Essay: Damn the Prendicks and the Kemps

(1982)

HENRY: Dangerous? Poor old Waldman. Have you never wanted to do anything that was dangerous? Where should we be if no one tried to find out what lies beyond? Have your never wanted to look beyond the clouds and the stars, or to know what causes the trees to bud? And what changes the darkness into light? But if you talk like that, people call you crazy. Well, if I could discover just one of these things, what eternity is, for example, I wouldn't care if they did think I was crazy.
James Whale, Frankenstein

When I was 13 I wrote an essay for English class. The teacher was an incredibly hot hippie chick, mid 30s, with the most languorous eyes, and very appreciative of my attentions. So I worked hard on my paper, maybe for the first time, in hopes that she might one day allow me to lick her.

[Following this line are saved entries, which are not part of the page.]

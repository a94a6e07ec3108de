import { renderToBuffer } from "@react-pdf/renderer";
import { buildReportModel, type ReportModel } from "./model";
import { registerReportFonts } from "./pdf/fonts";
import { ReportDocument } from "./pdf/document";
import type { ReportInput } from "./types";

/** Number of pages of a PDF made by react-pdf (its page tree's /Count). */
export function pdfPageCount(pdf: Buffer): number {
  const m = [...pdf.toString("latin1").matchAll(/\/Type\s*\/Pages\b[^>]*?\/Count\s+(\d+)/g)];
  const alt = [...pdf.toString("latin1").matchAll(/\/Count\s+(\d+)/g)];
  const v = m.at(-1)?.[1] ?? alt.at(-1)?.[1];
  if (!v) throw new RangeError("the PDF has no page tree");
  return Number(v);
}

/** Renders the report model to PDF bytes (server side; react-pdf with the app's fonts). */
export async function renderModel(model: ReportModel): Promise<Buffer> {
  registerReportFonts();
  return renderToBuffer(<ReportDocument m={model} />);
}

/** Shapes and renders a report; returns the model too (its figures are what the tests compare). */
export async function renderReport(input: ReportInput): Promise<{ pdf: Buffer; model: ReportModel; pageCount: number }> {
  const model = buildReportModel(input);
  const pdf = await renderModel(model);
  return { pdf, model, pageCount: pdfPageCount(pdf) };
}
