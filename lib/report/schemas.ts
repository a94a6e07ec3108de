import { z } from "zod";

/** Body of POST /reports: the draft of a room's report. */
export const reportDraftSchema = z
  .object({
    roomId: z.uuid("Choose a room"),
    scenarioIds: z.array(z.uuid("Choose scenarios of this room")).min(1, "Choose at least one scenario").max(6, "At most six scenarios in one report").describe("Scenarios to include; the last is the recommendation"),
    paperSize: z.enum(["A4", "LETTER"]).default("A4").describe("A4 or US Letter"),
    note: z.string().trim().max(2000, "The note must be at most 2000 characters").default("").describe("A note from the engineer printed in the summary"),
  })
  .describe("Save the draft of a room's report (creates the report and its number on first use)");
export type ReportDraftBody = z.infer<typeof reportDraftSchema>;

/** Body of POST /reports/revisions/{id}/send. */
export const reportSendSchema = z
  .object({
    email: z.email("Enter the client's e-mail address").max(254).transform((s) => s.toLowerCase()).optional(),
    name: z.string().trim().min(1, "Enter the client's name").max(120).optional(),
  })
  .refine((v) => (v.email === undefined) === (v.name === undefined), { message: "Give both the client's e-mail address and name, or neither", path: ["email"] })
  .describe("Send an issued revision to the project's client; e-mail and name only when the project has no client account yet");

export const reportCommentSchema = z.object({ body: z.string().trim().min(1, "Write your question or answer").max(4000, "At most 4000 characters") }).describe("A question (client) or an answer (engineer)");
export const reportApproveSchema = z.object({ note: z.string().trim().max(1000, "At most 1000 characters").default("") }).describe("Approve the recommendation of an issued revision");
export const reportSettingsSchema = z.object({ attachPdf: z.boolean() }).describe("Whether report e-mails carry the signed PDF");

export const REPORT_NUMBER = /^ER-\d{4}-\d{4,}$/i;
export const reportVerifySchema = z
  .object({
    reportNumber: z.string().trim().regex(REPORT_NUMBER, "A report number looks like ER-2026-0001"),
    sha256: z.string().trim().regex(/^[0-9a-fA-F]{64}$/, "The SHA-256 is 64 hexadecimal characters"),
  })
  .describe("Check a report by its number and the SHA-256 of the file");

/** Largest PDF the public check accepts, bytes. */
export const MAX_VERIFY_BYTES = 20 * 1024 * 1024;
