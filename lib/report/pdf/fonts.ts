import path from "node:path";
import { Font } from "@react-pdf/renderer";

/** The app's own fonts as .woff (react-pdf cannot read woff2): Inter (latin + greek) and Source Serif 4. */
const FONT_DIR = path.join(process.cwd(), "assets", "fonts");

let registered = false;

/** Registers the report fonts once per process; families "Inter", "InterGreek" (fallback) and "Serif". */
export function registerReportFonts(): void {
  if (registered) return;
  const f = (name: string) => path.join(FONT_DIR, name);
  Font.register({
    family: "Inter",
    fonts: [400, 500, 600, 700].map((w) => ({ src: f(`inter-latin-${w}-normal.woff`), fontWeight: w })),
  });
  Font.register({
    family: "InterGreek",
    fonts: [400, 500, 600, 700].map((w) => ({ src: f(`inter-greek-${w}-normal.woff`), fontWeight: w })),
  });
  Font.register({
    family: "Serif",
    fonts: [
      { src: f("source-serif-4-latin-400-normal.woff"), fontWeight: 400 },
      { src: f("source-serif-4-latin-600-normal.woff"), fontWeight: 600 },
    ],
  });
  // Words are never split with hyphens in a report.
  Font.registerHyphenationCallback((word) => [word]);
  registered = true;
}

/** Font stacks: Inter with the Greek subset as fallback (α, σ, ρ). */
export const SANS = ["Inter", "InterGreek"];
export const SERIF = ["Serif", "InterGreek"];
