describe("treatment items: bad input", () => {
  it("negative sizes, a huge name, placements off the surface → 400 with field messages, nothing saved", async () => {
    const s = await scenarioByName(room, "Panels and corner traps");
    const before = await counts();
    const neg = await callRoute(itemsRoute.POST, { params: { scenarioId: s.id }, body: { ...PANEL_ITEM, spec: { ...PANEL_ITEM.spec, widthM: -0.6 }, version: s.version } });
    expect(neg.status).toBe(400);
    expect(neg.json.error.fields["spec.widthM"]).toBeDefined();
    const huge = await callRoute(itemsRoute.POST, { params: { scenarioId: s.id }, body: { ...PANEL_ITEM, name: "x".repeat(10_000), version: s.version } });
    expect(huge.status).toBe(400);
    expect(huge.json.error.fields.name[0]).toMatch(/at most 120/);
    const off = await callRoute(itemsRoute.POST, { params: { scenarioId: s.id }, body: { ...PANEL_ITEM, placements: [{ kind: "surface", surface: "left", uM: 5.7, vM: 1.2 }], version: s.version } });
    expect(off.status).toBe(400);
    expect(off.json.error.fields["placements.0.uM"]).toBeDefined();
    const tooMany = await callRoute(itemsRoute.POST, { params: { scenarioId: s.id }, body: { ...PANEL_ITEM, count: 1, placements: [PANEL_ITEM.placements[0], PANEL_ITEM.placements[0]], version: s.version } });
    expect(tooMany.status).toBe(400);
    expect(tooMany.json.error.fields.placements).toBeDefined();
    const resting = await callRoute(itemsRoute.POST, { params: { scenarioId: s.id }, body: { ...PANEL_ITEM, spec: { ...PANEL_ITEM.spec, layers: [{ kind: "resistive-sheet", flowResistance: 500 }] }, version: s.version } });
    expect(resting.status).toBe(400);
    expect(await counts()).toEqual(before);
    expect(await scenarioVersion(s.id)).toBe(s.version);
  });

  it("DELETE without a version → 400; with the current version → 200 and the analysis follows", async () => {
    const s = await scenarioByName(room, "Panels and corner traps");
    const items = (await callRoute(itemsRoute.GET, { params: { scenarioId: s.id } })).json.items;
    const traps = items.find((i: { kind: string }) => i.kind === "corner-trap");
    const noVersion = await callRoute(itemRoute.DELETE, { method: "DELETE", params: { scenarioId: s.id, itemId: traps.id } });
    expect(noVersion.status).toBe(400);
    // callRoute cannot add a query string, so this handler reads `version` from the URL: build one.
    const req = new Request(`http://eigenroom.test/api/v1/scenarios/${s.id}/items/${traps.id}?version=${s.version}`, { method: "DELETE" });
    const res = await itemRoute.DELETE(req, { params: Promise.resolve({ scenarioId: s.id, itemId: traps.id }) });
    expect(res.status).toBe(200);
    const row = await scenarioByName(room, "Panels and corner traps");
    expect((row.results as { items: { count: number } }).items.count).toBe(8);
    expect(row.results).toEqual(JSON.parse(JSON.stringify(await freshAnalysis(row.id))));
  });
});
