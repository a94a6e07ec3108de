// Build sheet, price list and site progress on the real test database: who may read and change what,
// the sheet's totals against lib/build-sheet for the demo scenario, and the builder's marks reaching
// the engineer. Routes and server actions.
import { beforeAll, describe, expect, it } from "vitest";
import { markProgressAction } from "@/app/(app)/projects/[projectId]/build-sheet/actions";
import { addTreatmentItemAction } from "@/app/(app)/rooms/[roomId]/actions";
import { addProposalAction } from "@/app/(app)/rooms/[roomId]/design/actions";
import { chooseBuildScenarioAction } from "@/app/(app)/rooms/[roomId]/plan/actions";
import { savePriceListAction } from "@/app/(app)/settings/prices/actions";
import * as sheetRoute from "@/app/api/v1/projects/[projectId]/build-sheet/route";
import * as priceRoute from "@/app/api/v1/price-list/route";
import * as progressRoute from "@/app/api/v1/treatment-items/[itemId]/progress/route";
import { groupItems, jobOf } from "@/lib/build-sheet/job-from-items";
import { proposalItems } from "@/components/design/proposal-items";
import { loadItems } from "@/db/queries/analysis";
import { DEMO_PRICE_LIST } from "@/db/seed-data";
import { buildSheet } from "@/lib/build-sheet";
import { defaultCatalogue, sizeTreatment } from "@/lib/sizer";
import { actAs, callRoute, runAction } from "../support/act-as";
import { resetTables, testDb } from "./support/db";
import { hollisRoomId, PANEL_ITEM, scenarioByName, scenarioVersion, valeRoomId } from "./workspace-support";

type R = { ok: boolean; code?: string; message?: string; fields?: Record<string, string[]>; data?: any };
const act = async (fn: () => Promise<unknown>) => (await runAction(fn)) as R;
const today = new Date().toISOString().slice(0, 10);

let room: string;
let hollis: string;
let vale: string;

async function projectOf(name: string) {
  return (await testDb().selectFrom("projects").select("id").where("name", "=", name).executeTakeFirstOrThrow()).id;
}

beforeAll(async () => {
  await resetTables();
  room = await hollisRoomId();
  hollis = await projectOf("Hollis media room");
  vale = await projectOf("Vale home studio");
});

describe("GET /projects/{projectId}/build-sheet", () => {
  it("lists the latest treated scenario of the demo room with the sheet lib/build-sheet gives for its items at the demo price list", async () => {
    await actAs("builder");
    const res = await callRoute(sheetRoute.GET, { params: { projectId: hollis } });
    expect(res.status).toBe(200);
    const scenario = await scenarioByName(room, "Panels and corner traps");
    expect(res.json.rooms[0].scenario).toMatchObject({ id: scenario.id, chosen: false });
    const items = await loadItems(testDb(), [scenario.id]);
    const { groups } = groupItems(items, DEMO_PRICE_LIST.lumber.widthM);
    const expected = buildSheet(jobOf(groups, DEMO_PRICE_LIST).job);
    expect(res.json.sheet.totals).toEqual(JSON.parse(JSON.stringify(expected.totals)));
    expect(res.json.sheet.cutPlan).toEqual(JSON.parse(JSON.stringify(expected.cutPlan)));
    expect(res.json.sheet.cautions.join(" ")).toMatch(/gloves.*respirator/);
  });

  it("merges the six identical wall panels into one build type with the slabs and fabric counted by hand", async () => {
    await actAs("engineer");
    const res = await callRoute(sheetRoute.GET, { params: { projectId: hollis } });
    const g = res.json.sheet.builds.find((b: { build: { kind: string; insulationThicknessM?: number; airGapM?: number } }) => b.build.kind === "panel" && b.build.insulationThicknessM === 0.1 && !b.build.airGapM);
    expect(g.count).toBe(6);
    // hand: slabs of 50 mm are the thickest listed that make both the 100 mm and the 50 mm fills whole layers;
    // 600 × 1200 × 100 mm fill from 1200 × 600 × 50 mm slabs: 2 layers, one piece per slab → 12 slabs for 6 panels
    expect(res.json.slab.thicknessM).toBe(0.05);
    expect(g.slabs).toBe(12);
    // hand: fabric (0.6 + 2·(0.1 + 0.05)) × (1.2 + 2·(0.1 + 0.05)) = 0.9 × 1.5 = 1.35 m² per panel, 8.1 m² for six; 1e-9
    expect(g.fabricAreaM2).toBeCloseTo(8.1, 9);
    expect(res.json.presented.units).toBe("metric");
  });

  it("answers in imperial on ?units=imperial and refuses other units with 400", async () => {
    const imperial = await callRoute(sheetRoute.GET, { params: { projectId: hollis }, rawBody: undefined, method: "GET" });
    expect(imperial.status).toBe(200);
    const req = new Request(`http://eigenroom.test/api/v1/projects/${hollis}/build-sheet?units=imperial`);
    const r = await sheetRoute.GET(req, { params: Promise.resolve({ projectId: hollis }) });
    const j = await r.json();
    expect(j.presented.totals.weight).toMatch(/lb$/);
    const bad = await sheetRoute.GET(new Request(`http://eigenroom.test/x?units=cubits`), { params: Promise.resolve({ projectId: hollis }) });
    expect(bad.status).toBe(400);
  });

  it("is 404 to a builder not assigned to the project and to a client of another project, 403 to the project's client", async () => {
    await actAs("builder");
    expect((await callRoute(sheetRoute.GET, { params: { projectId: vale } })).status).toBe(404);
    await actAs("client2");
    expect((await callRoute(sheetRoute.GET, { params: { projectId: hollis } })).status).toBe(404);
    await actAs("client");
    expect((await callRoute(sheetRoute.GET, { params: { projectId: hollis } })).status).toBe(403);
  });
});

describe("PUT /treatment-items/{itemId}/progress", () => {
  let itemId: string;
  beforeAll(async () => {
    const scenario = await scenarioByName(room, "Panels and corner traps");
    itemId = (await loadItems(testDb(), [scenario.id])).find((i) => i.name === "Corner traps")!.id;
  });

  it("lets the assigned builder mark an item built, and the engineer sees it on the sheet", async () => {
    await actAs("builder");
    const res = await callRoute(progressRoute.PUT, { method: "PUT", params: { itemId }, body: { builtOn: today, note: "Frames glued" } });
    expect(res.status).toBe(200);
    expect(res.json.progress).toMatchObject({ builtOn: today, builtByName: "Rafe Lindqvist", installedOn: null, note: "Frames glued" });
    await actAs("engineer");
    const sheet = await callRoute(sheetRoute.GET, { params: { projectId: hollis } });
    const item = sheet.json.rooms[0].items.find((i: { id: string }) => i.id === itemId);
    expect(item.progress).toMatchObject({ builtOn: today, builtByName: "Rafe Lindqvist" });
    expect(sheet.json.can.markProgress).toBe(false);
  });

  it("refuses the engineer (403) and a client (403 on their project, 404 elsewhere)", async () => {
    await actAs("engineer");
    expect((await callRoute(progressRoute.PUT, { method: "PUT", params: { itemId }, body: { installedOn: today } })).status).toBe(403);
    await actAs("client");
    expect((await callRoute(progressRoute.PUT, { method: "PUT", params: { itemId }, body: { installedOn: today } })).status).toBe(403);
    await actAs("client2");
    expect((await callRoute(progressRoute.PUT, { method: "PUT", params: { itemId }, body: { installedOn: today } })).status).toBe(404);
  });

  it("refuses installed before built, a future day and an empty body with 400 and the field", async () => {
    await actAs("builder");
    const early = await callRoute(progressRoute.PUT, { method: "PUT", params: { itemId }, body: { installedOn: "2020-01-01" } });
    expect(early.status).toBe(400);
    expect(early.json.error.fields).toHaveProperty("installedOn");
    const future = await callRoute(progressRoute.PUT, { method: "PUT", params: { itemId }, body: { builtOn: "2999-01-01" } });
    expect(future.status).toBe(400);
    expect(future.json.error.fields).toHaveProperty("builtOn");
    expect((await callRoute(progressRoute.PUT, { method: "PUT", params: { itemId }, body: {} })).status).toBe(400);
  });

  it("marks installed through the server action, and clears a mark with null", async () => {
    await actAs("builder");
    const done = await act(() => markProgressAction(hollis, itemId, { installedOn: today }));
    expect(done).toMatchObject({ ok: true, data: { builtOn: today, installedOn: today, installedByName: "Rafe Lindqvist" } });
    const cleared = await act(() => markProgressAction(hollis, itemId, { installedOn: null }));
    expect(cleared.data.installedOn).toBeNull();
    expect(cleared.data.builtOn).toBe(today);
  });

  it("refuses an item that is not on the build sheet (another scenario) with 400", async () => {
    const other = await scenarioByName(room, "Panels at reflection points");
    const otherItem = (await loadItems(testDb(), [other.id]))[0]!.id;
    await actAs("builder");
    const res = await callRoute(progressRoute.PUT, { method: "PUT", params: { itemId: otherItem }, body: { builtOn: today } });
    expect(res.status).toBe(400);
  });

  it("keeps the builder out of the analyses: adding an item is forbidden", async () => {
    await actAs("builder");
    const s = await scenarioByName(room, "Panels and corner traps");
    const r = await act(() => addTreatmentItemAction(s.id, { ...PANEL_ITEM, version: s.version }));
    expect(r).toMatchObject({ ok: false, code: "forbidden" });
  });
});

describe("price list", () => {
  const input = { ...DEMO_PRICE_LIST, fabric: { pricePerM2: 13, wrapM: 0.05 }, version: 1 };

  it("is read by engineers and builders, not by clients", async () => {
    await actAs("engineer");
    const res = await callRoute(priceRoute.GET);
    expect(res.status).toBe(200);
    expect(res.json.priceList).toMatchObject({ currency: "EUR", version: 1, slab: { lengthM: 1.2, widthM: 0.6 } });
    await actAs("builder");
    expect((await callRoute(priceRoute.GET)).status).toBe(200);
    await actAs("client");
    expect((await callRoute(priceRoute.GET)).status).toBe(403);
  });

  it("is changed by the owner only (others 403), with a stale version 409, and the sheet's fabric cost follows", async () => {
    for (const who of ["engineer", "builder", "client"] as const) {
      await actAs(who);
      expect((await callRoute(priceRoute.PUT, { method: "PUT", body: input })).status).toBe(403);
    }
    await actAs("owner");
    const ok = await callRoute(priceRoute.PUT, { method: "PUT", body: input });
    expect(ok.status).toBe(200);
    expect(ok.json.priceList.version).toBe(2);
    expect((await callRoute(priceRoute.PUT, { method: "PUT", body: input })).status).toBe(409);
    const sheet = await callRoute(sheetRoute.GET, { params: { projectId: hollis } });
    expect(sheet.json.sheet.totals.cost.fabric).toBeCloseTo(sheet.json.sheet.totals.fabricAreaM2 * 13, 9);
  });

  it("answers a bad currency, a negative kerf and a repeated slab thickness with 400 and the fields", async () => {
    await actAs("owner");
    const bad = { ...input, currency: "euro", kerfM: -0.001, slab: { ...input.slab, prices: [input.slab.prices[0], input.slab.prices[0]] }, version: 2 };
    const res = await callRoute(priceRoute.PUT, { method: "PUT", body: bad });
    expect(res.status).toBe(400);
    expect(Object.keys(res.json.error.fields)).toEqual(expect.arrayContaining(["currency", "kerfM", "slab.prices.1.thicknessM"]));
  });

  it("saves through the server action for the owner and refuses the engineer", async () => {
    await actAs("engineer");
    expect(await act(() => savePriceListAction({ ...input, version: 2 }))).toMatchObject({ ok: false, code: "forbidden" });
    await actAs("owner");
    expect(await act(() => savePriceListAction({ ...input, version: 2 }))).toMatchObject({ ok: true, data: { version: 3 } });
  });
});

describe("from the sizer's proposal to the build sheet", () => {
  it("adds the proposal to a new scenario, puts it on the build sheet, and the builder sees its items", async () => {
    await actAs("engineer");
    const panels = await scenarioByName(room, "Panels at reflection points");
    const limits = { maxDepthM: 0.6, verticalCorners: ["front-left", "front-right", "rear-left", "rear-right"] as const, ceilingEdges: [{ edge: "rear" as const, lengthM: 4.1 }], wallAreaM2: 2 };
    const proposal = sizeTreatment({
      room: { lengthM: 5.8, widthM: 4.1, heightM: 2.5 },
      surfaces: [{ areaM2: 2 * (5.8 + 4.1) * 2.5, finish: "painted-drywall-on-studs" }, { areaM2: 5.8 * 4.1, finish: "carpet-on-pad" }, { areaM2: 5.8 * 4.1, finish: "painted-drywall-on-studs" }],
      target: { kind: "small-room", lowerS: 0.2, upperS: 0.4 },
      objective: "count",
      limits: { ...limits, verticalCorners: [...limits.verticalCorners] },
    });
    const items = proposalItems(proposal.items, defaultCatalogue(), limits, 2.5);
    expect(items.length).toBeGreaterThan(0);
    const added = await act(() => addProposalAction(room, { into: { kind: "new", name: "Sized traps", copyFromScenarioId: panels.id }, items }));
    expect(added.ok).toBe(true);
    const stored = await loadItems(testDb(), [added.data.scenarioId]);
    // the copy's eight panels (four items) plus the proposal's items
    expect(stored.length).toBe(4 + items.length);
    expect(await scenarioVersion(added.data.scenarioId)).toBe(added.data.version);

    await actAs("builder");
    expect(await act(() => chooseBuildScenarioAction(added.data.scenarioId))).toMatchObject({ ok: false, code: "forbidden" });
    await actAs("engineer");
    expect(await act(() => chooseBuildScenarioAction(added.data.scenarioId))).toMatchObject({ ok: true });
    await actAs("builder");
    const sheet = await callRoute(sheetRoute.GET, { params: { projectId: hollis } });
    expect(sheet.json.rooms[0].scenario).toMatchObject({ id: added.data.scenarioId, chosen: true });
    expect(sheet.json.rooms[0].items.map((i: { id: string }) => i.id).sort()).toEqual(stored.map((i) => i.id).sort());
  });

  it("refuses the baseline as the scenario to build, and a proposal item that does not fit the room", async () => {
    await actAs("engineer");
    const baseline = await testDb().selectFrom("scenarios").select("id").where("room_id", "=", room).where("is_baseline", "=", true).executeTakeFirstOrThrow();
    expect(await act(() => chooseBuildScenarioAction(baseline.id))).toMatchObject({ ok: false, code: "bad_request" });
    const s = await scenarioByName(room, "Panels and corner traps");
    const tooLong = { ...PANEL_ITEM, name: "Too low", placements: [{ kind: "surface", surface: "left", uM: 0.1, vM: 1.2 }] };
    const r = await act(() => addProposalAction(room, { into: { kind: "existing", scenarioId: s.id, version: s.version }, items: [tooLong] }));
    expect(r.ok).toBe(false);
    expect(Object.keys(r.fields ?? {}).some((k) => k.startsWith("placements"))).toBe(true);
  });

  it("is forbidden to the builder and unseen by a client of another project", async () => {
    await actAs("builder");
    expect(await act(() => addProposalAction(room, { into: { kind: "new", name: "x", copyFromScenarioId: null }, items: [PANEL_ITEM] }))).toMatchObject({ ok: false, code: "forbidden" });
    await actAs("client2");
    expect(await act(() => addProposalAction(room, { into: { kind: "new", name: "x", copyFromScenarioId: null }, items: [PANEL_ITEM] }))).toMatchObject({ ok: false, code: "not_found" });
    void (await valeRoomId());
  });
});
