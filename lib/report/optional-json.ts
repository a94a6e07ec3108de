import "server-only";
import type { z } from "zod";
import { AppError } from "@/lib/api/errors";
import { MAX_JSON_BYTES } from "@/lib/api/route";

/** A JSON body that may be left out (no body → undefined); otherwise parsed with the schema. */
export async function readOptionalJson<S extends z.ZodType>(request: Request, schema: S): Promise<z.infer<S> | undefined> {
  const text = await request.text();
  if (text.trim() === "") return undefined;
  if (text.length > MAX_JSON_BYTES) throw new AppError("payload_too_large", `The body is larger than ${MAX_JSON_BYTES} bytes.`);
  let data: unknown;
  try {
    data = JSON.parse(text);
  } catch {
    throw new AppError("bad_request", "The body is not valid JSON.", { "": ["not valid JSON"] });
  }
  return schema.parse(data);
}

The title of my paper was —

DAMN!

and the subtitle was —

Damn the Prendicks and the Kemps: a defense of Moreau and Griffin

And all of this was written on top of a piece of abstract art that took up all 93.5 square inches of the paper.

She loved it.

Wells vs the forbidden knowledge moralizers

My thesis, which I just made up and for which I had zero evidence and did no research, was that H. G. Wells wasn’t really moralizing against Griffin’s will to power and meddling with biochemistry; neither was he against Moreau’s barbaric practice of vivisecting to increase animals’ intelligence and evolutionary “level.” In reality, Wells felt that suffering that is truly necessary for penetrating Nature’s secrets is redeemed by that penetration, that the cost of suffering is worth the increase in knowledge and power.

Wells vs the anti-machine socialists

Remember that Wells also defended “the machines” against Fritz Lang’s slanderous depiction of them as warders. So he really had a Futurist … No, he was a supply-side liberationist: if you enhance the labor-saving machinery—the robots, the medical advances, and the cornucopia of astounding and exotic use values (many with incredible instrumental depth that is admirable and beautiful in its own right, such as Alexa, or playing a FPS on an iPhone)—then humanity will have more of something. More freedom to play, really. What’s the point of labor-saving and life-extending if not fun? So while Lang saw machines (with Chaplain) as time-tyrants and body-breakers, Wells saw machines as providing slow but steady productive infrastructure that would liberate humanity from forced labor, spiritual alienation, and improve the quality of life in every way. For Wells, machines meant freedom from drudgery and the “enrichment of the spirit” that comes along naturally when humans have leisure time and means of self-edification.

Whale sounds like Wells

Anyway, this little passage—which by the way was not in the original shooting script, so it must have had special importance to Whale—reminds me of Wells and his Futurism-like defense of deep but morally horrific adventures.

Young boys especially are keen on embracing danger and executing a heroic (or merely daring) deed, for praise and fame. Griffin is just the Id-amped Ego of every teenage boy, ever. But in the age of science and self-hacking, what macroscopic deed is really great? Human-sized deeds are OK. But today’s Tom Sawyer rewrites his neural DNA in order to apprehend a different universe. This is why Griffin should really be acknowledged as a hero. He’s a today’s hero, for today’s world … Today.

But I would inflict physical violence on Moreau for not using anesthesia. The pain of the trapped torture victim is the worst pain. And the person who feels bright joy as he pulls-off limbs (or hammers sterile needles under fingernails) is the worst person.